The organizations behind several popular cryptocurrencies have spoken out against recent claims made by the Securities and Exchange Commission (SEC)—which argued that Solana (SOL), Polygon (MATIC), and Cardano (ADA) are securities.
The SEC named the three among a slew of other tokens as examples of securities being offered and traded on allegedly non-compliant crypto exchanges as part of its lawsuits against Binance and Coinbase last week.
Solana, Polygon, and Cardano are among the lawsuits’ most recognizable tokens, placing within the industry’s top 20 by market capitalization, according to CoinGecko.
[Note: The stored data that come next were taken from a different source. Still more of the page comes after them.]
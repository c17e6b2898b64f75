package scan

import (
	"errors"
	"fmt"
	"math"

	"gonum.org/v1/gonum/mat"

	"gapflux/internal/hugemem"
	"gapflux/internal/parallel"
)

// ZernikeTerm is one term of a Zernike expansion of a base's form.
//
// Ordering and normalisation follow ANSI Z80.28 / ISO 24157 (Thibos et al.
// 2002): the single index is j = (n(n+2)+m)/2 counted from 0, and
//
//	Z_n^m(ρ, θ) = N_n^m R_n^|m|(ρ) cos(mθ)    for m ≥ 0,
//	Z_n^m(ρ, θ) = N_n^m R_n^|m|(ρ) sin(|m|θ)  for m < 0,
//	N_n^m = sqrt(2(n+1)/(1+δ_m0)),
//
// so that (1/π)∫∫ Z_j Z_j' ρ dρ dθ = δ_jj' over the unit disc. A
// coefficient is then the RMS over the disc of its term.
type ZernikeTerm struct {
	// Index is the OSA/ANSI single index j, from 0.
	Index int
	// N is the radial order, M the azimuthal frequency (negative: sine).
	N, M int
	// Name is the term's common (optics) name, e.g. "defocus".
	Name string
	// Plain is the same term in a stamping engineer's words, e.g.
	// "dish/dome" (see ZernikePlainName).
	Plain string
	// CoefM is the coefficient, m.
	CoefM float64
}

// DefaultZernikeOrder is the highest radial order MeasureForm fits
// (28 terms).
const DefaultZernikeOrder = 6

// ZernikeIndex returns the OSA/ANSI single index j = (n(n+2)+m)/2.
// It panics unless n ≥ 0, |m| ≤ n and n−m is even.
func ZernikeIndex(n, m int) int {
	checkZernike(n, m)
	return (n*(n+2) + m) / 2
}

// ZernikeNM returns the radial order n and azimuthal frequency m of the
// OSA/ANSI single index j ≥ 0.
func ZernikeNM(j int) (n, m int) {
	if j < 0 {
		panic("scan: negative Zernike index")
	}
	n = int(math.Ceil((-3 + math.Sqrt(float64(9+8*j))) / 2))
	// Guard against round-off in the square root.
	for n*(n+3)/2 < j {
		n++
	}
	for n > 0 && (n-1)*(n+2)/2 >= j {
		n--
	}
	m = 2*j - n*(n+2)
	return n, m
}

// ZernikeTerms returns the number of terms of radial order 0 to maxOrder.
func ZernikeTerms(maxOrder int) int { return (maxOrder + 1) * (maxOrder + 2) / 2 }

func checkZernike(n, m int) {
	if n < 0 || m > n || m < -n || (n-m)%2 != 0 {
		panic(fmt.Sprintf("scan: invalid Zernike order (n=%d, m=%d)", n, m))
	}
}

// zernikeRadialCoef returns the coefficients of R_n^|m|(ρ) as a polynomial
// in ρ: c[k] multiplies ρ^k. Noll (1976), JOSA 66:207, eq. 2 (radial sum).
func zernikeRadialCoef(n, m int) []float64 {
	if m < 0 {
		m = -m
	}
	c := make([]float64, n+1)
	for s := 0; s <= (n-m)/2; s++ {
		v := factorial(n-s) / (factorial(s) * factorial((n+m)/2-s) * factorial((n-m)/2-s))
		if s%2 == 1 {
			v = -v
		}
		c[n-2*s] = v
	}
	return c
}

func factorial(k int) float64 {
	f := 1.0
	for i := 2; i <= k; i++ {
		f *= float64(i)
	}
	return f
}

// zernikeNorm returns N_n^m = sqrt(2(n+1)/(1+δ_m0)).
func zernikeNorm(n, m int) float64 {
	if m == 0 {
		return math.Sqrt(float64(n + 1))
	}
	return math.Sqrt(float64(2 * (n + 1)))
}

// Zernike returns the orthonormal OSA/ANSI Zernike polynomial Z_n^m at
// polar position (rho, theta) on the unit disc (theta in radians, measured
// from +x toward +y). See ZernikeTerm for the definition. It panics on an
// invalid (n, m).
func Zernike(n, m int, rho, theta float64) float64 {
	checkZernike(n, m)
	c := zernikeRadialCoef(n, m)
	r, p := 0.0, 1.0
	for k := 0; k <= n; k++ {
		r += c[k] * p
		p *= rho
	}
	v := zernikeNorm(n, m) * r
	switch {
	case m > 0:
		v *= math.Cos(float64(m) * theta)
	case m < 0:
		v *= math.Sin(float64(-m) * theta)
	}
	return v
}

// ZernikeName returns the common name of the term (n, m): names for n ≤ 4
// follow Thibos et al. (2002) (from memory), higher orders are named by
// family; others read "Z(n,m)".
func ZernikeName(n, m int) string {
	checkZernike(n, m)
	switch [2]int{n, m} {
	case [2]int{0, 0}:
		return "piston"
	case [2]int{1, -1}:
		return "tilt y"
	case [2]int{1, 1}:
		return "tilt x"
	case [2]int{2, -2}:
		return "oblique astigmatism"
	case [2]int{2, 0}:
		return "defocus"
	case [2]int{2, 2}:
		return "vertical astigmatism"
	case [2]int{3, -3}:
		return "vertical trefoil"
	case [2]int{3, -1}:
		return "vertical coma"
	case [2]int{3, 1}:
		return "horizontal coma"
	case [2]int{3, 3}:
		return "oblique trefoil"
	case [2]int{4, -4}:
		return "oblique quadrafoil"
	case [2]int{4, -2}:
		return "oblique secondary astigmatism"
	case [2]int{4, 0}:
		return "primary spherical"
	case [2]int{4, 2}:
		return "vertical secondary astigmatism"
	case [2]int{4, 4}:
		return "vertical quadrafoil"
	case [2]int{5, -1}:
		return "vertical secondary coma"
	case [2]int{5, 1}:
		return "horizontal secondary coma"
	case [2]int{6, 0}:
		return "secondary spherical"
	}
	return fmt.Sprintf("Z(%d,%d)", n, m)
}

// ZernikePlainName returns the term (n, m) in plain words for a base's
// form, to stand beside its optics name (ZernikeName): what the term does
// to a base seen from the hob. Cosine terms (m > 0) have a lobe or axis at
// 0° (+x); sine terms (m < 0) are turned by 90°/|m|. Our own wording.
//
//	m = 0:   piston, dish/dome (defocus), ring wave (spherical), and
//	         double, triple … ring waves at higher orders
//	|m| = 1: tilt (n = 1), then a one-sided ramp (coma-like) and its
//	         secondary forms
//	|m| = 2: saddle (astigmatism) and secondary saddles
//	|m| ≥ 3: rim waves with |m| lobes (trefoil: three-lobed, quadrafoil:
//	         four-lobed)
//
// It panics on an invalid (n, m).
func ZernikePlainName(n, m int) string {
	checkZernike(n, m)
	am := m
	if am < 0 {
		am = -am
	}
	order := []string{"", "secondary ", "tertiary ", "quaternary "}
	rank := func(first int) string { // "" for the first order of a family
		if k := (n - first) / 2; k < len(order) {
			return order[k]
		}
		return fmt.Sprintf("order-%d ", n)
	}
	xy := map[bool]string{true: "x", false: "y"}[m >= 0]
	angle := 0.0
	if m < 0 {
		angle = 90 / float64(am)
	}
	switch {
	case n == 0:
		return "piston (height offset)"
	case am == 0 && n == 2:
		return "dish/dome"
	case am == 0:
		waves := []string{"ring wave", "double ring wave", "triple ring wave"}
		if k := n/2 - 2; k < len(waves) {
			return waves[k]
		}
		return fmt.Sprintf("%d-ring wave", n/2-1)
	case n == 1:
		return "tilt along " + xy
	case am == 1:
		return rank(3) + "one-sided ramp along " + xy + " (coma-like)"
	case am == 2:
		return fmt.Sprintf("%ssaddle, axes at %g°", rank(2), angle)
	}
	lobes := fmt.Sprintf("%d", am)
	if am < 10 {
		lobes = [...]string{"", "", "", "three", "four", "five", "six", "seven", "eight", "nine"}[am]
	}
	return fmt.Sprintf("%s%s-lobed rim wave, a lobe at %g°", rank(am), lobes, angle)
}

// zernikeBasis evaluates all terms j = 0 … len(dst)−1 at the point (x, y)
// of the unit disc (ρ = hypot(x, y)) into dst. The angle enters through
// cos(kθ) and sin(kθ) by recurrence, so no trigonometric call is made,
// and the radial polynomial R_n^|m| is evaluated once for the two terms
// ±m that share it.
type zernikeBasis struct {
	maxOrder int
	n, m     []int
	norm     []float64
	// The radial polynomials of the distinct (n, |m|): polynomial p has
	// the coefficients rc[ro[p]:ro[p+1]] of the powers rk[ro[p]:ro[p+1]]
	// of ρ, from ρ^n down in steps of 2 to ρ^0 or ρ^1; term j uses
	// polynomial poly[j].
	rc         []float64
	rk, ro     []int
	poly       []int
	rv         []float64 // radial polynomial values at the point
	pw, ck, sk []float64 // ρ^k, cos(kθ), sin(kθ)
}

func newZernikeBasis(maxOrder int) *zernikeBasis {
	t := ZernikeTerms(maxOrder)
	b := &zernikeBasis{maxOrder: maxOrder, n: make([]int, t), m: make([]int, t),
		norm: make([]float64, t), poly: make([]int, t), ro: []int{0},
		pw: make([]float64, maxOrder+1), ck: make([]float64, maxOrder+1), sk: make([]float64, maxOrder+1)}
	polyOf := map[[2]int]int{}
	for j := range t {
		n, m := ZernikeNM(j)
		b.n[j], b.m[j] = n, m
		b.norm[j] = zernikeNorm(n, m)
		key := [2]int{n, max(m, -m)}
		p, ok := polyOf[key]
		if !ok {
			p = len(b.rv)
			polyOf[key] = p
			rc := zernikeRadialCoef(n, m)
			for k := n; k >= 0; k -= 2 {
				b.rc = append(b.rc, rc[k])
				b.rk = append(b.rk, k)
			}
			b.ro = append(b.ro, len(b.rc))
			b.rv = append(b.rv, 0)
		}
		b.poly[j] = p
	}
	return b
}

func (b *zernikeBasis) eval(dst []float64, x, y float64) {
	rho := math.Hypot(x, y)
	c, s := 1.0, 0.0
	if rho > 0 {
		c, s = x/rho, y/rho
	}
	pw, ck, sk := b.pw, b.ck, b.sk
	pw[0], ck[0], sk[0] = 1, 1, 0
	for k := 1; k <= b.maxOrder; k++ {
		pw[k] = pw[k-1] * rho
		ck[k] = ck[k-1]*c - sk[k-1]*s
		sk[k] = sk[k-1]*c + ck[k-1]*s
	}
	rc, rk, rv := b.rc, b.rk[:len(b.rc)], b.rv
	t := 0
	for p, end := range b.ro[1:] {
		r := 0.0
		for ; t < end; t++ {
			r += rc[t] * pw[rk[t]]
		}
		rv[p] = r
	}
	dst = dst[:len(b.poly)]
	for j, p := range b.poly {
		v := b.norm[j] * rv[p]
		switch m := b.m[j]; {
		case m > 0:
			v *= ck[m]
		case m < 0:
			v *= sk[-m]
		}
		dst[j] = v
	}
}

// FitZernike fits Zernike terms of radial order 0 to maxOrder by least
// squares to the Measured cells of s whose centres lie within radiusM of
// the origin, with ρ = r/radiusM and θ from +x toward +y. Filled cells are
// not used. The coefficients are in metres. maxOrder is lowered, if need
// be, until there are at least twice as many cells as terms.
func FitZernike(s *Surface, radiusM float64, maxOrder int) ([]ZernikeTerm, error) {
	if !(radiusM > 0) || math.IsInf(radiusM, 0) {
		return nil, fmt.Errorf("scan: zernike: radius %g m is not positive and finite", radiusM)
	}
	if maxOrder < 0 {
		return nil, fmt.Errorf("scan: zernike: negative order %d", maxOrder)
	}
	return fitZernike(s, formCells(s, radiusM), radiusM, maxOrder)
}

// fitZernike is FitZernike over the cells idx (formCells of s).
func fitZernike(s *Surface, idx []int, radiusM float64, maxOrder int) ([]ZernikeTerm, error) {
	for maxOrder > 0 && 2*ZernikeTerms(maxOrder) > len(idx) {
		maxOrder--
	}
	t := ZernikeTerms(maxOrder)
	if len(idx) < t {
		return nil, errors.New("scan: zernike: no measured cells inside the disc")
	}
	g, rhs := zernikeNormal(s, idx, radiusM, maxOrder)
	var ch mat.Cholesky
	if !ch.Factorize(g) {
		return nil, errors.New("scan: zernike: normal equations not positive definite (cells badly spread over the disc)")
	}
	var x mat.VecDense
	if err := ch.SolveVecTo(&x, rhs); err != nil {
		return nil, fmt.Errorf("scan: zernike: %w", err)
	}
	terms := make([]ZernikeTerm, t)
	for j := range t {
		n, m := ZernikeNM(j)
		terms[j] = ZernikeTerm{Index: j, N: n, M: m, Name: ZernikeName(n, m), Plain: ZernikePlainName(n, m), CoefM: x.AtVec(j)}
	}
	return terms, nil
}

// Sizes of zernikeNormal's blocks of cells.
const (
	// zernikeBlock is the number of cells per update of the right-hand
	// side: it fixes how that sum is grouped, so it must not change.
	zernikeBlock = 512
	// zernikeChunk is the number of blocks whose basis rows are
	// evaluated, and added to the normal matrix, at once (some 460 kB of
	// rows, which stay in a core's cache while the tiles read them).
	zernikeChunk = 4
)

// zernikeNormal returns the normal equations G·c = r of the least-squares
// Zernike fit over the cells idx: G = AᵀA (upper triangle) and r = Aᵀz,
// with A's rows the basis at each cell (ρ = r/radiusM).
//
// Each G entry is Σ a_i·a_j over the cells in order, as gonum's Dsyrk
// sums it for a rank-k update by blocks of rows; r is summed by gonum's
// Dgemv over blocks of zernikeBlock cells, added in order. The basis rows
// of a chunk are evaluated in parallel and G's entries are split between
// the processors in tiles (gramTiles): neither changes a sum, so the
// result is the same on any number of processors.
func zernikeNormal(s *Surface, idx []int, radiusM float64, maxOrder int) (*mat.SymDense, *mat.VecDense) {
	t := ZernikeTerms(maxOrder)
	gram := make([]float64, t*t)
	rhs := mat.NewVecDense(t, nil)
	// The chunk's basis rows (cell by cell, for Dgemv) and columns (term
	// by term, for the tiles).
	const rows = zernikeChunk * zernikeBlock
	a, col := hugemem.Make[float64](rows*t, 0), hugemem.Make[float64](t*rows, 0)
	z := make([]float64, rows)
	tiles := gramTiles(t)
	parts := rowParts(rows)
	bases := make([]*zernikeBasis, parts)
	for p := range bases {
		bases[p] = newZernikeBasis(maxOrder)
	}
	inv := 1 / radiusM
	var part mat.VecDense
	for lo := 0; lo < len(idx); lo += rows {
		cells := idx[lo:min(len(idx), lo+rows)]
		parallel.Do(len(cells), min(parts, len(cells)), func(p, r0, r1 int) {
			for r := r0; r < r1; r++ {
				k := cells[r]
				row := a[r*t : (r+1)*t]
				bases[p].eval(row, s.X(k%s.Nx)*inv, s.Y(k/s.Nx)*inv)
				for j, v := range row {
					col[j*rows+r] = v
				}
				z[r] = s.ZM[k]
			}
		})
		parallel.Do(len(tiles), min(parts, len(tiles)), func(_, i0, i1 int) {
			for _, tl := range tiles[i0:i1] {
				addGramTile(gram, col, rows, len(cells), t, tl)
			}
		})
		for b := 0; b < len(cells); b += zernikeBlock {
			n := min(zernikeBlock, len(cells)-b)
			part.MulVec(mat.NewDense(n, t, a[b*t:(b+n)*t]).T(), mat.NewVecDense(n, z[b:b+n]))
			rhs.AddVec(rhs, &part)
		}
	}
	return mat.NewSymDense(t, gram), rhs
}

// gramTile is a 2×4 tile of the normal matrix: rows i[0], i[1] and
// columns j[0] … j[3] of a t×t matrix; an entry is kept only where keep
// says (it lies in the upper triangle and is not a repeat: tiles at the
// edges repeat an index to stay 2×4).
type gramTile struct {
	i    [2]int
	j    [4]int
	keep [2][4]bool
}

// gramTiles covers the upper triangle of a t×t matrix with 2×4 tiles,
// each entry kept by exactly one tile.
func gramTiles(t int) []gramTile {
	var ts []gramTile
	for i := 0; i < t; i += 2 {
		for j := i; j < t; j += 4 {
			var tl gramTile
			tl.i = [2]int{i, min(i+1, t-1)}
			for c := range 4 {
				tl.j[c] = min(j+c, t-1)
				for r := range 2 {
					row, col := i+r, j+c
					tl.keep[r][c] = row < t && col < t && row <= col
				}
			}
			ts = append(ts, tl)
		}
	}
	return ts
}

// addGramTile adds Σ_l a_l,i·a_l,j over the n rows l of the chunk, in
// order, to the tile's kept entries of the t×t matrix g; col holds the
// chunk's basis term by term (term j's n values from col[j·rows]). Each
// entry's sum goes on from its value in g, one product at a time, as
// Dsyrk's AxpyUnitary adds them. (Dsyrk skips a row whose a_l,i is 0:
// that adds ±0 to a sum that is never −0, which leaves it as it is.)
func addGramTile(g, col []float64, rows, n, t int, tl gramTile) {
	var acc [2][4]float64
	for r := range 2 {
		for c := range 4 {
			if tl.keep[r][c] {
				acc[r][c] = g[tl.i[r]*t+tl.j[c]]
			}
		}
	}
	term := func(j int) []float64 { return col[j*rows : j*rows+n] }
	x0 := term(tl.i[0])
	x1 := term(tl.i[1])[:len(x0)]
	y0, y1 := term(tl.j[0])[:len(x0)], term(tl.j[1])[:len(x0)]
	y2, y3 := term(tl.j[2])[:len(x0)], term(tl.j[3])[:len(x0)]
	c00, c01, c02, c03 := acc[0][0], acc[0][1], acc[0][2], acc[0][3]
	c10, c11, c12, c13 := acc[1][0], acc[1][1], acc[1][2], acc[1][3]
	for l, u := range x0 {
		v := x1[l]
		c00 += u * y0[l]
		c01 += u * y1[l]
		c02 += u * y2[l]
		c03 += u * y3[l]
		c10 += v * y0[l]
		c11 += v * y1[l]
		c12 += v * y2[l]
		c13 += v * y3[l]
	}
	acc = [2][4]float64{{c00, c01, c02, c03}, {c10, c11, c12, c13}}
	for r := range 2 {
		for c := range 4 {
			if tl.keep[r][c] {
				g[tl.i[r]*t+tl.j[c]] = acc[r][c]
			}
		}
	}
}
Combined, the three tokens have a market capitalization of over $21 billion—equal to around one-tenth of Ethereum’s total value.
Over the past seven days, the trio of tokens have tumbled around 30% each, according to CoinGecko. Yet, as of this writing, they staged a partial comeback on Sunday—paring back a small portion of losses.
Among the big three altcoins, Cardano was the first to have its regulatory status defended by a founding organization. On June 6, the blockchain research and engineering firm that created Cardano, Input Output Global (IOG), said ADA has never been a security under U.S. securities law.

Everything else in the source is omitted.